King Edward's funeral, like his coronation, was remarkable in many ways. It was the first service of the Reformed Church of England ever used over an English sovereign; and this concession was made by the King's Roman Catholic sister, Queen Mary. She was not present; being at the requiem sung in the Tower under the direction of Gardiner, her chief adviser. Archbishop Cranmer conducted the service at Westminster. Thus "the last and saddest function of his public ministry which he was destined to perform," was the burial of his godson, this young king, whom he had both baptized and crowned.
"The one admirable thing which the unhappy reign produced," must however never be forgotten. While King Edward's uncle Somerset was ruining the kingdom, and paying with his head for his ambition—while the Duke of Northumberland was plotting to set aside Henry the Eighth's will, and to place his own daughter-in-law, the hapless Lady Jane Grey, on the throne of England—Cranmer, Archbishop of Canterbury, was working on quietly in the midst of all the uproar of war and treason, plot and counter-plot, at the English prayer book.
As the translation of the Bible bears upon it the imprint of the mind of Tyndal, so, while the Church of England remains, the image of Cranmer will be seen reflected on the calm surface of the Liturgy.

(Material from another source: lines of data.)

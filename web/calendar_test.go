package web

import (
	"testing"
	"time"

	"beamledger/scheduling"
)

func berlin(t *testing.T) *time.Location {
	t.Helper()
	loc, err := time.LoadLocation("Europe/Berlin")
	if err != nil {
		t.Fatal(err)
	}
	return loc
}

// Days on which the clocks change have 23 and 25 hours: in the EU summer time starts
// at 01:00 UTC on the last Sunday of March and ends at 01:00 UTC on the last Sunday
// of October [published: Directive 2000/84/EC, articles 2 and 3], so in 2026 on
// 29 March and 25 October.
func TestBuildColumnDSTDays(t *testing.T) {
	loc := berlin(t)
	weekdays := []scheduling.ClockWindow{{Days: []time.Weekday{1, 2, 3, 4, 5}, Start: "08:00", End: "18:00"}}
	for _, tc := range []struct {
		day      string
		slots    int
		repeated string // the label of the first slot of the repeated hour, if any
		note     bool
	}{
		{"2026-03-28", 96, "", false},
		{"2026-03-29", 92, "", true},
		{"2026-10-25", 100, "02:00 +01", true},
	} {
		day, _ := time.ParseInLocation(time.DateOnly, tc.day, loc)
		col := BuildColumn(ColumnInput{Day: day, Loc: loc, Slot: 15 * time.Minute, OpeningHours: weekdays})
		if len(col.Slots) != tc.slots {
			t.Errorf("%s: %d slots, want %d", tc.day, len(col.Slots), tc.slots)
		}
		if (col.ClockNote != "") != tc.note {
			t.Errorf("%s: clock note %q", tc.day, col.ClockNote)
		}
		var repeated string
		for _, s := range col.Slots {
			if s.Repeated {
				repeated = s.Label
				break
			}
		}
		if repeated != tc.repeated {
			t.Errorf("%s: first repeated slot %q, want %q", tc.day, repeated, tc.repeated)
		}
		// Consecutive slots are 15 minutes apart in elapsed time, whatever the clock shows.
		for i := 1; i < len(col.Slots); i++ {
			a, _ := time.Parse(time.RFC3339, col.Slots[i-1].Start)
			b, _ := time.Parse(time.RFC3339, col.Slots[i].Start)
			if b.Sub(a) != 15*time.Minute {
				t.Fatalf("%s: slots %s and %s are %s apart", tc.day, col.Slots[i-1].Start, col.Slots[i].Start, b.Sub(a))
			}
		}
	}
	// On the spring day the slot after 01:45 is 03:00 [constructed: the gap of the
	// directive's change at 01:00 UTC = 02:00 CET].
	day, _ := time.ParseInLocation(time.DateOnly, "2026-03-29", loc)
	col := BuildColumn(ColumnInput{Day: day, Loc: loc, Slot: 15 * time.Minute})
	if col.Slots[7].Label != "01:45" || col.Slots[8].Label != "03:00" {
		t.Errorf("around the gap: %q then %q", col.Slots[7].Label, col.Slots[8].Label)
	}
}

// Out-of-hours shading follows the opening hours in the facility zone, and a booking
// running past midnight is drawn to the end of its first day.
func TestBuildColumnHoursAndBlocks(t *testing.T) {
	loc := berlin(t)
	monday := time.Date(2026, 12, 7, 0, 0, 0, 0, loc)
	weekdays := []scheduling.ClockWindow{{Days: []time.Weekday{1, 2, 3, 4, 5}, Start: "08:00", End: "18:00"}}
	night := scheduling.Booking{ID: "n", Kind: scheduling.KindUnattended, Start: monday.Add(18 * time.Hour), End: monday.Add(32 * time.Hour)}
	col := BuildColumn(ColumnInput{Day: monday, Loc: loc, Slot: 15 * time.Minute, OpeningHours: weekdays,
		Bookings: []BookingView{{Booking: night, Mine: true}}})
	if !col.Slots[31].OutOfHours || col.Slots[32].OutOfHours || col.Slots[71].OutOfHours || !col.Slots[72].OutOfHours {
		t.Errorf("07:45 %v, 08:00 %v, 17:45 %v, 18:00 %v: want out, in, in, out",
			col.Slots[31].OutOfHours, col.Slots[32].OutOfHours, col.Slots[71].OutOfHours, col.Slots[72].OutOfHours)
	}
	if len(col.Blocks) != 1 || col.Blocks[0].Row != 73 || col.Blocks[0].Span != 24 || !col.Blocks[0].Mine || col.Blocks[0].Label != "18:00–08:00" {
		t.Fatalf("overnight block on its first day: %+v", col.Blocks)
	}
	next := BuildColumn(ColumnInput{Day: monday.AddDate(0, 0, 1), Loc: loc, Slot: 15 * time.Minute, Bookings: []BookingView{{Booking: night}}})
	if len(next.Blocks) != 1 || next.Blocks[0].Row != 1 || next.Blocks[0].Span != 32 {
		t.Fatalf("overnight block on its second day: %+v", next.Blocks)
	}
}
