package web

// Option is one choice of a select.
type Option struct {
	Value, Label string
	Selected     bool
}

// StartData is the signed-in user's overview.
type StartData struct {
	Page
	Bookings       []StartBooking
	Qualifications []StartQualification
	Projects       []StartProject
	Acquisitions   []StartAcquisition
}

// StartBooking is one of the user's coming bookings.
type StartBooking struct {
	When, Instrument, Kind, Project, Status, CalendarLink string
}

// StartQualification is the user's standing on one instrument.
type StartQualification struct {
	Instrument, Level, Granted, Expiry string
}

// StartProject is a project the user belongs to.
type StartProject struct {
	Code, Title, RateClass, Part string
}

// StartAcquisition is one recent acquisition in the user's projects.
type StartAcquisition struct {
	ID, When, Instrument, Project, Voltage string
	// Correctable: the viewer may correct it (their own, or anyone's for staff).
	Correctable bool
}

// CalendarData is an instrument's day or week, or the facility's day.
type CalendarData struct {
	Page
	// View is "day", "week" or "facility".
	View         string
	Date         string // YYYY-MM-DD, local
	RangeLabel   string
	InstrumentID string
	Instruments  []Option
	Projects     []Option
	Kinds        []string
	Columns      []Column
	// GridURL reloads the grid as it stands; Prev, Next and Today move it.
	GridURL, PrevURL, NextURL, TodayURL string
	DayURL, WeekURL, FacilityURL        string
}

// AcquireData is the acquisition form.
type AcquireData struct {
	Page
	Bookings  []AcquireBooking
	Specimens []Option
	// Correctable are the recent acquisitions the viewer may correct: their own as the
	// booked user, or any for staff and managers.
	Correctable []Option
}

// AcquireBooking is a booking an acquisition may be recorded on.
type AcquireBooking struct {
	ID, Label, InstrumentID, ProjectID, Start, End string
}

// StatementsData is the statements page; Manage shows managers' compute and issue.
type StatementsData struct {
	Page
	Projects []Option
	Month    string // YYYY-MM, the facility's current month
	Manage   bool
}

// QualificationsData is the qualifications page for staff and managers.
type QualificationsData struct {
	Page
	Users, Instruments []Option
}

// RatesData is the rates page; Manage shows managers the rate calculator.
type RatesData struct {
	Page
	Instruments         []Option
	Manage              bool
	Currency, NextMonth string
}

// LedgerData is the ledger page; Manage offers managers an on-demand checkpoint.
type LedgerData struct {
	Page
	Manage bool
}

// ReportsData is the reports page.
type ReportsData struct {
	Page
	Instruments []Option
	Month       string // YYYY-MM
}

// TraceData is the trace page; Digest, when set, is traced on arrival.
type TraceData struct {
	Page
	Digest string
}

// FilesData is the files page.
type FilesData struct {
	Page
	Acquisitions []Option
	// Selected is a file whose lineage to draw on arrival.
	Selected string
}

// InstrumentsData is the instruments page: capabilities and booking rules for
// everyone who may see it; Manage lets managers add instruments, open or close them
// to bookings and change the rules.
type InstrumentsData struct {
	Page
	Manage                           bool
	Kinds, Correctors, DetectorKinds []string
}

// PeopleData is the people page: users and projects for those who read everything;
// Staff adds the instruments' agent tokens; Manage lets managers add people and
// projects, change members and issue or revoke agent tokens.
type PeopleData struct {
	Page
	Manage, Staff              bool
	Roles, RateClasses, Scopes []string
	Instruments                []Option
}

// ServiceData is the service page: the service windows of the last month and the
// coming quarter, each with the bookings it displaced, and the form to book one.
type ServiceData struct {
	Page
	Instruments    []Option
	Coming, Recent []ServiceWindow
	DefaultStart   string // YYYY-MM-DDTHH:MM, facility time
	DefaultEnd     string
}

// ServiceWindow is one service booking.
type ServiceWindow struct {
	ID, Instrument, When, Note, BookedBy string
	Displaced                            []DisplacedBooking
}

// DisplacedBooking is a booking a service window cancelled, with what staff need to
// offer its holder other time.
type DisplacedBooking struct {
	When, Kind, Person, Email, Project, RebookLink string
}
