// Package web renders beamledger's pages: html/template pages and static assets,
// embedded in the binary. It knows nothing of HTTP frameworks; server mounts it and
// fills the page data from the domain.
package web

import (
	"bytes"
	"embed"
	"fmt"
	"html/template"
	"io"
	"io/fs"
	"strings"
)

//go:embed templates/*.html
var templateFS embed.FS

//go:embed static
var staticFS embed.FS

// Static returns the static assets (stylesheet, scripts, vendored libraries), rooted
// at "static".
func Static() fs.FS {
	sub, err := fs.Sub(staticFS, "static")
	if err != nil {
		panic(err) // the embedded tree is fixed at build time
	}
	return sub
}

// Pages renders the embedded templates: each page is the shared layout with the
// page's own "content" (and optional "scripts") blocks.
type Pages struct {
	pages map[string]*template.Template
}

// pageNames are the page templates; partials live in the page that owns them.
var pageNames = []string{"signin", "start", "calendar", "acquire", "files", "trace", "statements", "reports", "ledger", "qualifications", "rates", "instruments", "people", "service"}

var funcs = template.FuncMap{
	"lower": strings.ToLower,
}

// NewPages parses the templates once.
func NewPages() (*Pages, error) {
	p := &Pages{pages: map[string]*template.Template{}}
	for _, n := range pageNames {
		t, err := template.New(n).Funcs(funcs).ParseFS(templateFS, "templates/layout.html", "templates/"+n+".html")
		if err != nil {
			return nil, err
		}
		p.pages[n] = t
	}
	return p, nil
}

// Render writes page name with data; block is "layout" for a whole page or the name
// of a fragment the page defines (an htmx swap).
func (p *Pages) Render(w io.Writer, name, block string, data any) error {
	t, ok := p.pages[name]
	if !ok {
		return fmt.Errorf("web: no page %q", name)
	}
	var buf bytes.Buffer
	if err := t.ExecuteTemplate(&buf, block, data); err != nil {
		return err
	}
	_, err := buf.WriteTo(w)
	return err
}

// Page is what every page shows around its content.
type Page struct {
	Title        string
	FacilityName string
	TimeZone     string
	Demo         bool
	// CSRF is repeated by forms and scripts on every state-changing request.
	CSRF string
	// Nav names the current section, for aria-current.
	Nav    string
	Viewer *Viewer
	// Script is the page's own script under /static, if any.
	Script string
}

// Viewer is the signed-in user as the pages need them.
type Viewer struct {
	ID, Name, Email, Role string
	// Books: may make bookings; Staff: manager or staff, who book service time and
	// for others; ReadsAll: reads every project (managers, staff, auditors).
	Books, Staff, ReadsAll bool
}

// SignInData is the sign-in page.
type SignInData struct {
	Page
}
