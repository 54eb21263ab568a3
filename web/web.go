// Package web renders beamledger's pages: html/template pages and static assets,
// embedded in the binary. It knows nothing of HTTP frameworks; server mounts it.
package web

import (
	"bytes"
	"embed"
	"html/template"
	"io"
	"io/fs"
)

//go:embed templates/*.html
var templateFS embed.FS

//go:embed static
var staticFS embed.FS

// Static returns the static assets (stylesheet, scripts), rooted at "static".
func Static() fs.FS {
	sub, err := fs.Sub(staticFS, "static")
	if err != nil {
		panic(err) // the embedded tree is fixed at build time
	}
	return sub
}

// Pages renders the embedded templates.
type Pages struct {
	t *template.Template
}

// NewPages parses the templates once.
func NewPages() (*Pages, error) {
	t, err := template.ParseFS(templateFS, "templates/*.html")
	if err != nil {
		return nil, err
	}
	return &Pages{t: t}, nil
}

// StartData is what the start page shows before sign-in.
type StartData struct {
	FacilityName string
	Demo         bool
}

// Start renders the start page: sign-in, then the signed-in user's overview.
func (p *Pages) Start(w io.Writer, d StartData) error {
	var buf bytes.Buffer
	if err := p.t.ExecuteTemplate(&buf, "start.html", d); err != nil {
		return err
	}
	_, err := buf.WriteTo(w)
	return err
}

The most beautiful portions of it are translations from the Breviary; yet the same prayers translated by others would not be those which chime like church-bells in the ears of the English child. The translations, and the addresses which are original, have the same silvery melody of language, and breathe the same simplicity of spirit.
One other admirable memory has the reign of Edward left in England. If you stand on Westminster Bridge near the houses of Parliament, and look across the Thames, you see several huge piles of red brick and white stone rising on the Lambeth shore. This is the modern St. Thomas's Hospital, one of the finest in England, built on the foundation which Edward made. Ridley in a sermon preached before the young king, urged the rich to be merciful to the poor and to comfort and relieve them by charitable works. The sermon so impressed the boy that he founded St. Thomas's—St. Bartholomew's Hospital, in Smithfield, where a few years later the martyrs were to suffer at the stake under his ruthless sister Mary—and Christ's Hospital, which we all know as the "Bluecoat" school, where Charles Lamb, and Coleridge, and Thackeray and many another learned man spent their schooldays. But the boy-king did yet more. In eighteen towns of England he founded the famous Grammar Schools which "throw a lustre over the name of Edward," although he did not live to see the fruit of his noble thought.